I logged into the dev server and activate the virtualenv there and use pip freeze -l > req.txt to render a dependencies list and scp to my local machine. I activate the virtualenv on my local machine, navigate to the ~/projects/project-name/websitename.com and execute pip install -r path-to-req.txt and it runs through all of the dependencies as if nothing is wrong. However, when i attempt to manage.py syncdb i get an error about not finding core django packages. What the hell? So i figure somehow Django failed to install, i run pip install Django==1.5.1 and it completes successfully. I got to setup my site again and get another error about no module named django_extensions. Okay, what the hell with it, i just installed all of these packages with pip?!

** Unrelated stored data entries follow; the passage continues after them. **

//! Closings on the walk engine: the cheapest purchase of processing that serves a target,
//! by column generation over processing walks instead of the edge LP's sources × arcs
//! variables.
//!
//! **Master** (minimise): `Σ_v cost_v·add_v` subject to, per usable class arc,
//! `Σ mult(w, a)·λ_w ≤ cap_a`; per processing or expandable site, `Σ_{w at v} λ_w − add_v
//! ≤ proc_v`; per demand, `Σ_{w of d} λ_w ≤ b_d` (its required part); and `Σ λ_w ≥ target`;
//! `0 ≤ add_v ≤` the bound the caller gave the variable. By the flow decomposition of
//! [`super`] it has the optimum of the edge model with additions
//! ([`crate::solve::flow::build`] with added-processing variables).
//!
//! **Pricing.** With arc duals `y ≥ 0`, site duals `z ≥ 0`, demand duals `u ≥ 0` and the
//! served row's dual `σ ≥ 0`, a walk of `d` through `v` has reduced cost
//! `Σ mult·y + z_v + u_d − σ`; dividing by `σ` gives the walk engine's own pricing
//! (the pricing pass of [`super`] at `y/σ`, `z/σ`, `u/σ`): the same shortest processing walk.
//!
//! **Stopping.** Lagrangian relaxation of the arc, site and served rows (demand rows and
//! variable bounds kept) gives, for any `y, z, σ ≥ 0`, the lower bound
//! `σ·target − Σ y·cap − Σ z·proc + Σ_v max_v·min(0, cost_v − z_v) − σ·Σ_d b_d·max(0, 1 − c_d/σ)`
//! (`c_d` the cheapest walk price at `y, z`). The loop stops when it meets the master's
//! optimum within [`CLOSE_GAP`]: the restricted master is then optimal for the full model.

use super::{Graph, MAX_ROUNDS, Walk, evaluate_walks, pivot_budget, price};
use crate::error::{Error, Result};
use crate::model::Network;
use crate::scenario::Outage;
use crate::solve::cancel;
use crate::solve::evaluator::AddModel;
use crate::solve::lp::{self, Lp, LpSolution, Sense};
use crate::solve::surviving::Surviving;
use std::collections::{HashMap, HashSet};

mod warm;
use warm::WarmCost;

/// The column generation stops when the Lagrangian bound is within this of the master's
/// cost, relative to `max(1, cost)`.
pub const CLOSE_GAP: f64 = 1e-7;

/// A closing's walk master ready to be re-solved with other addition bounds (the nodes of
/// the whole-module search): the pricing graph and the rows and columns built so far.
pub struct WalkCloser<'a> {
    g: Graph<'a>,
    caps: Vec<f64>,
    arc_cap: Vec<f64>,
    site_cap: Vec<f64>,
    add: Vec<Option<usize>>,
    target: f64,
    cols: std::sync::Mutex<Columns>,
    /// Columns in the master [`cost_master`] returned; later ones were found at nodes.
    root_cols: usize,
    outage: Outage,
    /// The root master's optimum as [`cost_master`] found it (with its bound duals), and
    /// the variable bounds it was found at: a [`WalkCloser::solve`] of the same master
    /// returns it instead of solving again.
    root: Option<(Vec<f64>, Vec<f64>, LpSolution)>,
}

/// Builds into `model` (which already holds the addition variables `add`, per site, with
/// their costs as objective and their bounds) the walk master of the cheapest purchase
/// serving `target` of `outage`'s required demand, with the columns that make it optimal
/// (module comment). Returns its served variables and site rows, and the master for
/// re-solves ([`WalkCloser::solve`]); `None` when the walk engine cannot give a feasible
/// start or the generation stalls (the caller then uses the edge model; `model` is then
/// left unchanged).
///
/// Start: the walks of the walk engine's verified optimum with every addition at its
/// bound (feasible when `target` is at most the best reachable value), at their flows
/// with every addition at its bound: a feasible point, from which the rounds run on one
/// warm GUB simplex copy of the master (`warm.rs`; the interior point when that point is
/// not feasible to [`crate::tol::WARM_START_TOL`] or the simplex fails). The optimum found
/// is kept (with its bound duals) for the first [`WalkCloser::solve`] of the same master.
/// Cost per round: one warm re-optimisation over a basis of the arc and site rows (the
/// demand rows are set rows), and one pricing pass of [`super`]; at most [`MAX_ROUNDS`]
/// rounds.
pub fn cost_master<'a>(
    net: &'a Network,
    outage: &Outage,
    model: &mut Lp,
    add: &[Option<usize>],
    target: f64,
) -> Result<Option<(AddModel, WalkCloser<'a>)>> {
    let net = net.view(outage.matrix);
    let expandable: Vec<bool> = add.iter().map(Option::is_some).collect();
    let view = Surviving::new(net, outage, Some(&expandable));
    let g = Graph::new(net, &view);
    let caps = g.caps(false);
    let full: Vec<f64> = add
        .iter()
        .map(|a| a.map_or(0.0, |j| model.upper[j].max(0.0)))
        .collect();
    let start = evaluate_walks(&net.with_added_processing(&full), outage, None)?;
    let Some(start) = start.basis.required else {
        return Ok(None);
    };
    let mut work = model.clone();
    let (arc_cap, site_cap) = g.effective(&caps);
    let mut arc_row = vec![NO_ROW; net.arcs.len()];
    for &a in &g.usable {
        arc_row[a] = work.add_row(Vec::new(), Sense::Le, arc_cap[a]);
    }
    let mut site_row: Vec<Option<usize>> = vec![None; net.sites.len()];
    for &v in &g.procs {
        let coeffs = add[v].map(|j| vec![(j, -1.0)]).unwrap_or_default();
        site_row[v] = Some(work.add_row(coeffs, Sense::Le, site_cap[v]));
    }
    let mut dem_row = vec![NO_ROW; net.demands.len()];
    for (d, &b) in caps.iter().enumerate() {
        if b > 0.0 {
            dem_row[d] = work.add_row(Vec::new(), Sense::Le, b);
        }
    }
    let served_row = work.add_row(Vec::new(), Sense::Ge, target);
    let mut cols = Columns {
        seen: HashSet::new(),
        order: Vec::new(),
        served: Vec::new(),
        arc_row,
        site_row,
        dem_row,
        served_row,
    };
    // The start point: every addition at its bound, each start walk's column at its
    // flow (walks equal on class arcs merged).
    let mut flow_of: HashMap<Walk, f64> = HashMap::new();
    for (w, &f) in start.walks.iter().zip(&start.flow) {
        if let Some(l) = g.lift(w) {
            *flow_of.entry(l.clone()).or_insert(0.0) += f;
            cols.add(&mut work, l, &caps);
        }
    }
    let mut point: Vec<f64> = (0..work.num_vars())
        .map(|j| 0.0f64.clamp(work.lower[j], work.upper[j]))
        .collect();
    for (a, &units) in add.iter().zip(&full) {
        if let Some(j) = *a {
            point[j] = units;
        }
    }
    for (w, &j) in cols.order.iter().zip(&cols.served) {
        point[j] = flow_of.get(w).copied().unwrap_or(0.0);
    }
    let mut set_row = vec![false; work.rows.len()];
    for &r in cols.dem_row.iter().filter(|&&r| r != NO_ROW) {
        set_row[r] = true;
    }
    let mut warm = WarmCost::new(&work, &set_row, &point);
    let closer = WalkCloser {
        g,
        caps,
        arc_cap,
        site_cap,
        add: add.to_vec(),
        target,
        cols: std::sync::Mutex::new(cols),
        root_cols: 0,
        outage: outage.clone(),
        root: None,
    };
    let Some(sol) = closer.generate(&mut work, warm.as_mut())? else {
        return Ok(None);
    };
    let mut closer = closer;
    closer.root_cols = closer.cols.lock().expect("not poisoned").order.len();
    closer.root = Some((work.lower.clone(), work.upper.clone(), sol));
    *model = work;
    let cols = closer.cols.lock().expect("not poisoned");
    let m = AddModel {
        served: cols.served.clone(),
        site_rows: cols.site_row.clone(),
    };
    drop(cols);
    Ok(Some((m, closer)))
}

impl WalkCloser<'_> {
    /// The optimum of `lp` (the master as built by [`cost_master`], its addition bounds
    /// possibly changed) over every walk, not only the columns in it: column generation on
    /// a copy, the solution cut back to `lp`'s variables (the walks added carry no cost,
    /// so the objective is unchanged). Columns found are kept for later solves. When the
    /// generation stalls, the copy's restricted optimum (a cost no lower than the true
    /// one). An error when no purchase within the bounds serves the target (a node to
    /// prune).
    ///
    /// New bounds can leave the columns so far unable to serve the target while other
    /// walks could: the walk engine's verified optimum with every addition at its new
    /// upper bound either serves less than the target (the node is infeasible: an error)
    /// or gives walks that make the restricted master feasible. O(one walk evaluation +
    /// rounds · (one interior-point solve + one pricing pass)).
    pub fn solve(&self, lp: &Lp) -> Result<LpSolution> {
        if let Some((lower, upper, sol)) = &self.root
            && lp.lower == *lower
            && lp.upper == *upper
            && lp.rows.len() == sol.duals.len()
        {
            return Ok(sol.clone());
        }
        let mut work = lp.clone();
        // Columns found at other nodes, missing from `lp`.
        {
            let cols = self.cols.lock().expect("not poisoned");
            for w in &cols.order[self.root_cols..] {
                cols.column(&mut work, w, &self.caps);
            }
        }
        // The walk engine's optimum with every addition at its upper bound here: proves
        // the node infeasible when it serves less than the target, else its walks make
        // the restricted master feasible.
        let ub: Vec<f64> = self
            .add
            .iter()
            .map(|a| a.map_or(0.0, |j| lp.upper[j].max(0.0)))
            .collect();
        let reach = evaluate_walks(&self.g.net.with_added_processing(&ub), &self.outage, None)?;
        if reach.evaluation.served_required + 1e-9 * self.target.max(1.0) < self.target {
            return Err(Error::Solver(
                "no purchase within these bounds serves the target".into(),
            ));
        }
        if let Some(start) = reach.basis.required {
            let mut cols = self.cols.lock().expect("not poisoned");
            for w in start.walks.iter().filter_map(|w| self.g.lift(w)) {
                cols.add(&mut work, w, &self.caps);
            }
        }
        let sol = self.generate(&mut work, None)?;
        let mut sol = match sol {
            Some(s) => s,
            None => lp::solve(&work)?,
        };
        sol.x.truncate(lp.num_vars());
        sol.upper_duals.truncate(lp.num_vars());
        Ok(sol)
    }

    /// Column generation on `work` until the Lagrangian bound meets the master's cost
    /// within [`CLOSE_GAP`] (module comment); its optimum, or `None` when a solve fails or
    /// no new column prices out first. Each round is solved on `warm` (the warm GUB copy
    /// of `work`) when given, by the interior point otherwise or once the copy fails.
    fn generate(
        &self,
        work: &mut Lp,
        mut warm: Option<&mut WarmCost>,
    ) -> Result<Option<LpSolution>> {
        let g = &self.g;
        for _ in 0..MAX_ROUNDS {
            cancel::check()?;
            let solved = match warm.as_mut().map(|w| w.solve(work)) {
                Some(Ok(sol)) => Ok(sol),
                Some(Err(e @ Error::Interrupted(_))) => return Err(e),
                Some(Err(_)) => {
                    warm = None;
                    lp::solve(work)
                }
                None => lp::solve(work),
            };
            let Ok(sol) = solved else {
                cancel::check()?;
                return Ok(None);
            };
            let neg = |r: usize| {
                if r == NO_ROW || r >= sol.duals.len() {
                    0.0
                } else {
                    (-sol.duals[r]).max(0.0)
                }
            };
            let (y, z, u, sigma) = {
                let cols = self.cols.lock().expect("not poisoned");
                (
                    cols.arc_row.iter().map(|&r| neg(r)).collect::<Vec<f64>>(),
                    cols.site_row
                        .iter()
                        .map(|r| r.map_or(0.0, neg))
                        .collect::<Vec<f64>>(),
                    cols.dem_row.iter().map(|&r| neg(r)).collect::<Vec<f64>>(),
                    sol.duals[cols.served_row].max(0.0),
                )
            };
            let cost = sol.objective;
            let mut bound = sigma * self.target
                - g.usable
                    .iter()
                    .map(|&a| y[a] * self.arc_cap[a])
                    .sum::<f64>()
                - g.procs
                    .iter()
                    .map(|&v| z[v] * self.site_cap[v])
                    .sum::<f64>();
            for (v, a) in self.add.iter().enumerate() {
                if let Some(j) = *a {
                    // Σ (cost − z)·add over lower ≤ add ≤ upper, at its minimum.
                    let c = work.objective[j] - z[v];
                    bound += if c < 0.0 {
                        c * work.upper[j]
                    } else {
                        c * work.lower[j]
                    };
                }
            }
            let fresh: Vec<Walk> = if sigma > 0.0 {
                let scaled = |x: &[f64]| x.iter().map(|v| v / sigma).collect::<Vec<f64>>();
                let p = price(g, &self.caps, &scaled(&y), &scaled(&z), Some(&scaled(&u)));
                bound -= sigma
                    * self
                        .caps
                        .iter()
                        .zip(&p.cost)
                        .filter(|(_, c)| c.is_finite())
                        .map(|(b, c)| b * (1.0 - c).max(0.0))
                        .sum::<f64>();
                p.walks
            } else {
                Vec::new()
            };
            if cost - bound <= CLOSE_GAP * cost.abs().max(1.0) {
                return Ok(Some(sol));
            }
            let mut cols = self.cols.lock().expect("not poisoned");
            let before = cols.served.len();
            for w in fresh {
                cols.add(work, w, &self.caps);
            }
            if cols.served.len() == before {
                return Ok(None);
            }
        }
        Ok(None)
    }
}

/// No row (an arc or demand without one).
const NO_ROW: usize = usize::MAX;

/// The rows of the walk master and the walk columns added so far.
struct Columns {
    seen: HashSet<Walk>,
    /// The walks, in column order (`served[k]` is the variable of `order[k]`).
    order: Vec<Walk>,
    /// The walk variables, in column order (the served terms).
    served: Vec<usize>,
    arc_row: Vec<usize>,
    site_row: Vec<Option<usize>>,
    dem_row: Vec<usize>,
    served_row: usize,
}

impl Columns {
    /// Adds walk `w` (class arcs, processed at a site of the view) as a column of `work`
    /// unless it is already there or its demand has no row. O(walk length).
    fn add(&mut self, work: &mut Lp, w: Walk, caps: &[f64]) {
        if self.site_row[w.site].is_none() || self.dem_row[w.demand] == NO_ROW {
            return;
        }
        if !self.seen.insert(w.clone()) {
            return;
        }
        let j = self.column(work, &w, caps);
        self.served.push(j);
        self.order.push(w);
    }

    /// Adds walk `w`'s column to `work` (rows as in the master); returns its variable.
    /// O(walk length).
    fn column(&self, work: &mut Lp, w: &Walk, caps: &[f64]) -> usize {
        let site = self.site_row[w.site].expect("a column's site has a row");
        let j = work.add_var(0.0, f64::INFINITY, 0.0);
        work.magnitude[j] = caps[w.demand];
        for &(a, m) in &w.arcs {
            work.rows[self.arc_row[a]].coeffs.push((j, f64::from(m)));
        }
        work.rows[site].coeffs.push((j, 1.0));
        work.rows[self.dem_row[w.demand]].coeffs.push((j, 1.0));
        work.rows[self.served_row].coeffs.push((j, 1.0));
        j
    }
}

So i pip freeze -l > test.txt and cat test.txt, what does it list? Django==1.5.1, the one package I just manually installed. Why isn't pip installing my dependencies from my specified list into my virtualenv? What am I messing up here?

-EDIT-------------

Which pip gives me the path to pip in my virtualenv

I have only 1 virtualenv and it is activated

like image 201
leotemp Avatar asked Sep 03 '13 23:09

leotemp


1 Answers

My usual workflow is to

pip freeze > someFile.txt

and then install with

pip install -r someFile.txt

So I'm certain that this should work just fine. Unfortunately I can't really tell you anything besides make sure to check that

  1. You really are in the virtualenv that you think you are in. Make sure to run

    workon yourVirtualEnvName
    

    to activate it just in case that matters.

  2. Make sure to check that pip is within your virtualenv.

    which pip
    

    gives me

    /path/to/home/.virtualenvs/myVirtEnv/bin/pip
    

Sorry I can't give you a more concrete answer. I have to do this semi-regularly and I've never had a problem with it skipping dependencies. Best of luck!